EXERCISE INSTRUCTIONS - Copy the lines exactly as they appear, starting with the first line of the records and ending with the line that contains "func FuzzToCanonical(f *testing.F)".

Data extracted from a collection
// FuzzToCanonical: ToCanonical never panics; an accepted conversion is
// finite, uses a positive finite factor of a known unit, and equals value ×
// factor; a refusal is a *UnitError for an unknown unit or ErrNotFinite.
func FuzzToCanonical(f *testing.F) {
	f.Add(0.92, "mg/dL", uint8(0))
	f.Add(85.0, "\u00b5mol/L", uint8(0))
	f.Add(85.0, "\u03bcmol/L", uint8(4))
	f.Add(1e308, "mmol/L", uint8(0))
	f.Add(math.MaxFloat64, "m", uint8(2))
	f.Add(math.Inf(1), "kg", uint8(3))
	f.Add(math.NaN(), "mg/L", uint8(1))
	f.Add(68.0, "[in_i]", uint8(2))
	f.Add(150.0, "[lb_av]", uint8(3))
	f.Add(1.5, "L", uint8(5))
	f.Add(24.0, "h", uint8(6))
	f.Add(5e-324, "umol/L", uint8(0))
	f.Add(12.0, "bogus", uint8(1))
	f.Fuzz(func(t *testing.T, value float64, unit string, which uint8) {
		a := unitAnalytes[int(which)%len(unitAnalytes)]
		v, factor, err := calc.ToCanonical(a, value, unit)
		if err != nil {
			var ue *calc.UnitError
			switch {
			case errors.As(err, &ue):
				if calc.KnownUnit(a, unit) {
					t.Fatalf("unit error for known unit %q of %s", unit, a)
				}
			case errors.Is(err, calc.ErrNotFinite):
				if !calc.KnownUnit(a, unit) {
					t.Fatalf("not-finite error for unknown unit %q of %s", unit, a)
				}
			default:
				t.Fatalf("unexpected error type %T: %v", err, err)
			}
			if v != 0 || factor != 0 {
				t.Fatalf("error with non-zero results %v, %v", v, factor)
			}
			return
		}
		if math.IsNaN(v) || math.IsInf(v, 0) {
			t.Fatalf("ToCanonical(%s, %v, %q) = %v, not finite", a, value, unit, v)
		}
		if !(factor > 0) || math.IsInf(factor, 0) {
			t.Fatalf("factor %v for %q", factor, unit)
		}
		if !calc.KnownUnit(a, unit) {
			t.Fatalf("accepted unknown unit %q for %s", unit, a)
		}
		if v != value*factor {
			t.Fatalf("%v × %v = %v, got %v", value, factor, value*factor, v)
		}
	})
}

REPLY TO THE EXERCISE -
// FuzzToCanonical: ToCanonical never panics; an accepted conversion is
// finite, uses a positive finite factor of a known unit, and equals value ×
// factor; a refusal is a *UnitError for an unknown unit or ErrNotFinite.
func FuzzToCanonical(f *testing.F) {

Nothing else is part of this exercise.